[Problem statement]: Write out, from the entries below, exactly the lines that run between the lines holding "text value made" and "def _format_dates(df: pd.DataFrame, days=None)", inclusive, and stop there.

▼

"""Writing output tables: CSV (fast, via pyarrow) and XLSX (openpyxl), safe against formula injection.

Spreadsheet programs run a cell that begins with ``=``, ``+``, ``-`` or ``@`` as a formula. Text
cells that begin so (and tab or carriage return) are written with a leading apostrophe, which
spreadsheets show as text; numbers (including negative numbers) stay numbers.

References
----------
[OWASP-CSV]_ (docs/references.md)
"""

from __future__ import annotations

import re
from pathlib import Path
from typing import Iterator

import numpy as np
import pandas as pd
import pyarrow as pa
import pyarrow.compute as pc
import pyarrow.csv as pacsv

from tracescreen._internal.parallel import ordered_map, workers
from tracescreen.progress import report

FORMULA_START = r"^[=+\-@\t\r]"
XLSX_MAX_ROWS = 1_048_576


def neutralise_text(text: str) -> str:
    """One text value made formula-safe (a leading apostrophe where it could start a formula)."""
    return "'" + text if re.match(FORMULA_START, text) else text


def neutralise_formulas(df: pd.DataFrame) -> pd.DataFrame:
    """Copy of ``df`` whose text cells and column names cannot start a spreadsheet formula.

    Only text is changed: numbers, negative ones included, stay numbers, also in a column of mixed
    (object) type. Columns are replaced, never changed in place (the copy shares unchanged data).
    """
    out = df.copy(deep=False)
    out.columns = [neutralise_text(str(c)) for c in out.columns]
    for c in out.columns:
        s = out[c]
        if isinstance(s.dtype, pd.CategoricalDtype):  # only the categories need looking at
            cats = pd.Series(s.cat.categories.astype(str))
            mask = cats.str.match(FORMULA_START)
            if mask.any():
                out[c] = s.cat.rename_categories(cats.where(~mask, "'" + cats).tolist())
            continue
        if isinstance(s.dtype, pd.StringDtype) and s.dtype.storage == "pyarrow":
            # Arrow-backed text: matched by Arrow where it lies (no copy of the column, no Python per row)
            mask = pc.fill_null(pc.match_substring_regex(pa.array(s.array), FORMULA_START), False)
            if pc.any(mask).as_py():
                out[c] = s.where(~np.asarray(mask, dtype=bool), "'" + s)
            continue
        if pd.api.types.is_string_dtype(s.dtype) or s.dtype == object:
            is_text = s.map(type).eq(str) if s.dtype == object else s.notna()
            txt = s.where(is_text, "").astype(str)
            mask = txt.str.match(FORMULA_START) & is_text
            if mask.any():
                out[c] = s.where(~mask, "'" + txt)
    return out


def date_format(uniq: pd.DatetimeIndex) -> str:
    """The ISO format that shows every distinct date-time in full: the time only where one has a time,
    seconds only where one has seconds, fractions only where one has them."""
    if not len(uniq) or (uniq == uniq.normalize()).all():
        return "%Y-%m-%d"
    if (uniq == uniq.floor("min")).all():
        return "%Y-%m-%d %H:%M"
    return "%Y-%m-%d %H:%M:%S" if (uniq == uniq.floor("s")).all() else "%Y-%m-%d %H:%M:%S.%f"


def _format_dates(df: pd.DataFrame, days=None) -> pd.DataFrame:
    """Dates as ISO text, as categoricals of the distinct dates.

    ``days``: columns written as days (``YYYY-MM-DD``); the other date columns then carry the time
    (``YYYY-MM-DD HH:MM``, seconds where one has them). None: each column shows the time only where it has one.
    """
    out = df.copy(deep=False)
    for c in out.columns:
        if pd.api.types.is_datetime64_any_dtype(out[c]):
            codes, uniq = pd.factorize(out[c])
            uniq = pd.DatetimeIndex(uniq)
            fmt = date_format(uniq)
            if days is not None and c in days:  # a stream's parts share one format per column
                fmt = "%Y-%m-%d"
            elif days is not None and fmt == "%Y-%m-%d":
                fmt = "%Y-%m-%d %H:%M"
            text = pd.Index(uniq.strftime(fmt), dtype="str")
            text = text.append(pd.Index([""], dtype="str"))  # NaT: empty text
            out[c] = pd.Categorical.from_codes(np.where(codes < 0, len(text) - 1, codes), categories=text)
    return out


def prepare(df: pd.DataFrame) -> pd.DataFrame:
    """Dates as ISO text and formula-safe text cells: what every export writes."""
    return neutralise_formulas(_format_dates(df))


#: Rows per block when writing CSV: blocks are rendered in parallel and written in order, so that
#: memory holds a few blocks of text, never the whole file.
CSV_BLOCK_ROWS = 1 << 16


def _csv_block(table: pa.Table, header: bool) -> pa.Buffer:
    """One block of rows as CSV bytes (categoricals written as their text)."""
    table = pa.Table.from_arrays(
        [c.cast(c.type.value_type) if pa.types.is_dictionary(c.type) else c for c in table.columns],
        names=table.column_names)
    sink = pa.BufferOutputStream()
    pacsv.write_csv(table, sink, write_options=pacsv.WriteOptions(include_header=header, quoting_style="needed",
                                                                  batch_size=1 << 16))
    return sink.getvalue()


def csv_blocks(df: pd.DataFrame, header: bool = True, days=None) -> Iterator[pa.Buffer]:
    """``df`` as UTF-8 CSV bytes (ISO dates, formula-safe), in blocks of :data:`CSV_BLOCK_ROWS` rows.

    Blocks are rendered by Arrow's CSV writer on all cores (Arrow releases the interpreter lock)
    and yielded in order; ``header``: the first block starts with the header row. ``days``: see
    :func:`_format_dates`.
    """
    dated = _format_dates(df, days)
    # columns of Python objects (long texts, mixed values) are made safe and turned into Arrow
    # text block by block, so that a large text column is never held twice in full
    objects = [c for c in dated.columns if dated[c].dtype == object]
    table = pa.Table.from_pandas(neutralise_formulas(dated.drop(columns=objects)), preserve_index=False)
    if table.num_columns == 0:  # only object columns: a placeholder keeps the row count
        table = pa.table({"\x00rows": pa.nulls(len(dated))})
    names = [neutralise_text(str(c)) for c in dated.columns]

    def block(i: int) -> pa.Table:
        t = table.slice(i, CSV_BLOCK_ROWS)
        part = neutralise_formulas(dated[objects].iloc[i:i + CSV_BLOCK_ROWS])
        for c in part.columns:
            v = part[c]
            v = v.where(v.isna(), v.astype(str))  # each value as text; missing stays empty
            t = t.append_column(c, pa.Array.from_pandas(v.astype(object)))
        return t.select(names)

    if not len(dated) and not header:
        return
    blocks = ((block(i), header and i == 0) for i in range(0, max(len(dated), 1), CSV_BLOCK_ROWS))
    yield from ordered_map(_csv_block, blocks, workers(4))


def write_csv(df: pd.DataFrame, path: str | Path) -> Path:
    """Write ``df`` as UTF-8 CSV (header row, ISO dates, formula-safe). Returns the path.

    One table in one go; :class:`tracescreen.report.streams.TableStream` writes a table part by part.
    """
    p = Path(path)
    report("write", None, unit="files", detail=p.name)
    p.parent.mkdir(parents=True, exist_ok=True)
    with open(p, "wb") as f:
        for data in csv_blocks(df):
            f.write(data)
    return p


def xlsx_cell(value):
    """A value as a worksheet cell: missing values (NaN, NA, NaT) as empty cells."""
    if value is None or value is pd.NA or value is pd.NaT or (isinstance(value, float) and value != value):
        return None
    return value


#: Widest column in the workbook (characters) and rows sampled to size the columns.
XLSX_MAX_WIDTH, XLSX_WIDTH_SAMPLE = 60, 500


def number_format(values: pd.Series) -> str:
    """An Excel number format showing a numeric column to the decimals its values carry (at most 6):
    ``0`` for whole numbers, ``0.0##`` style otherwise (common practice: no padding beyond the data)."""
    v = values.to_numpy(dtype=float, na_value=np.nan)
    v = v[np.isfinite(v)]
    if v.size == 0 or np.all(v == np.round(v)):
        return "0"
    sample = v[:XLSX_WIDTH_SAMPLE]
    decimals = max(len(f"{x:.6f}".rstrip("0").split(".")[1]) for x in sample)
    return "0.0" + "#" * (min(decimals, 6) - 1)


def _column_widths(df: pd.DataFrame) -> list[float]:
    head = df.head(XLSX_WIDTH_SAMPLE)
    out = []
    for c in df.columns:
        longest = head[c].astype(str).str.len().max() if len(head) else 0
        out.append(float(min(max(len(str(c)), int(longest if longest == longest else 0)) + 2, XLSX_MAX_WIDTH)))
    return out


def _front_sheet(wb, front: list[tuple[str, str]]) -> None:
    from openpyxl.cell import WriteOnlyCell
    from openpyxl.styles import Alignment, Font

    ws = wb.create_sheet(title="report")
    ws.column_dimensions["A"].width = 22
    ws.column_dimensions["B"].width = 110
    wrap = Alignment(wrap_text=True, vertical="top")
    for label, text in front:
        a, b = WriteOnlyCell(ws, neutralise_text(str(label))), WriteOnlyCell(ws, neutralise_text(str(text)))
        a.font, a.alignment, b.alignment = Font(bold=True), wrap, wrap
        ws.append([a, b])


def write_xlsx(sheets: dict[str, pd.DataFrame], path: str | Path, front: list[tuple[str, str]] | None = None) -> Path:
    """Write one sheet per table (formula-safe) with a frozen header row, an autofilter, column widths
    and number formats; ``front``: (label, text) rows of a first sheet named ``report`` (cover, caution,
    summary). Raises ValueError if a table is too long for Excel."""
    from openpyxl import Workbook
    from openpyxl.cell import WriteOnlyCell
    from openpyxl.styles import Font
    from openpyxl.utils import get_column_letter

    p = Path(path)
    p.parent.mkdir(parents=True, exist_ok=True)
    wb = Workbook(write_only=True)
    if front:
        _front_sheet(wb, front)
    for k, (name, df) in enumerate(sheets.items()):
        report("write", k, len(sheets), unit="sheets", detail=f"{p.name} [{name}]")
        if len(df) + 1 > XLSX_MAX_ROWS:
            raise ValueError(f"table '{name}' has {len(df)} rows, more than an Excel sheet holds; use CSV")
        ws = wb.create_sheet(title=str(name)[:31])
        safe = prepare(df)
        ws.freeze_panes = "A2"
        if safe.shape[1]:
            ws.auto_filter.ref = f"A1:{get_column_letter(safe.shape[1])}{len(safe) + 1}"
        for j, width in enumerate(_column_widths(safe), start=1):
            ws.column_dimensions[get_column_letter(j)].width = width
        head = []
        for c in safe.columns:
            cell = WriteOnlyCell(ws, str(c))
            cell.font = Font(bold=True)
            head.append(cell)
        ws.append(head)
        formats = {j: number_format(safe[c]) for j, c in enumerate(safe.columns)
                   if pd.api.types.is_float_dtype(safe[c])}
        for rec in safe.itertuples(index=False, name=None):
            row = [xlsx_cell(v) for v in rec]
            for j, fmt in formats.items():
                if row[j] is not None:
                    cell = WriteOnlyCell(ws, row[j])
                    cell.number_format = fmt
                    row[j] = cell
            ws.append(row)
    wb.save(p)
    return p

▲

[Result for this exercise]:
    """One text value made formula-safe (a leading apostrophe where it could start a formula)."""
    return "'" + text if re.match(FORMULA_START, text) else text


def neutralise_formulas(df: pd.DataFrame) -> pd.DataFrame:
    """Copy of ``df`` whose text cells and column names cannot start a spreadsheet formula.

    Only text is changed: numbers, negative ones included, stay numbers, also in a column of mixed
    (object) type. Columns are replaced, never changed in place (the copy shares unchanged data).
    """
    out = df.copy(deep=False)
    out.columns = [neutralise_text(str(c)) for c in out.columns]
    for c in out.columns:
        s = out[c]
        if isinstance(s.dtype, pd.CategoricalDtype):  # only the categories need looking at
            cats = pd.Series(s.cat.categories.astype(str))
            mask = cats.str.match(FORMULA_START)
            if mask.any():
                out[c] = s.cat.rename_categories(cats.where(~mask, "'" + cats).tolist())
            continue
        if isinstance(s.dtype, pd.StringDtype) and s.dtype.storage == "pyarrow":
            # Arrow-backed text: matched by Arrow where it lies (no copy of the column, no Python per row)
            mask = pc.fill_null(pc.match_substring_regex(pa.array(s.array), FORMULA_START), False)
            if pc.any(mask).as_py():
                out[c] = s.where(~np.asarray(mask, dtype=bool), "'" + s)
            continue
        if pd.api.types.is_string_dtype(s.dtype) or s.dtype == object:
            is_text = s.map(type).eq(str) if s.dtype == object else s.notna()
            txt = s.where(is_text, "").astype(str)
            mask = txt.str.match(FORMULA_START) & is_text
            if mask.any():
                out[c] = s.where(~mask, "'" + txt)
    return out


def date_format(uniq: pd.DatetimeIndex) -> str:
    """The ISO format that shows every distinct date-time in full: the time only where one has a time,
    seconds only where one has seconds, fractions only where one has them."""
    if not len(uniq) or (uniq == uniq.normalize()).all():
        return "%Y-%m-%d"
    if (uniq == uniq.floor("min")).all():
        return "%Y-%m-%d %H:%M"
    return "%Y-%m-%d %H:%M:%S" if (uniq == uniq.floor("s")).all() else "%Y-%m-%d %H:%M:%S.%f"


def _format_dates(df: pd.DataFrame, days=None) -> pd.DataFrame:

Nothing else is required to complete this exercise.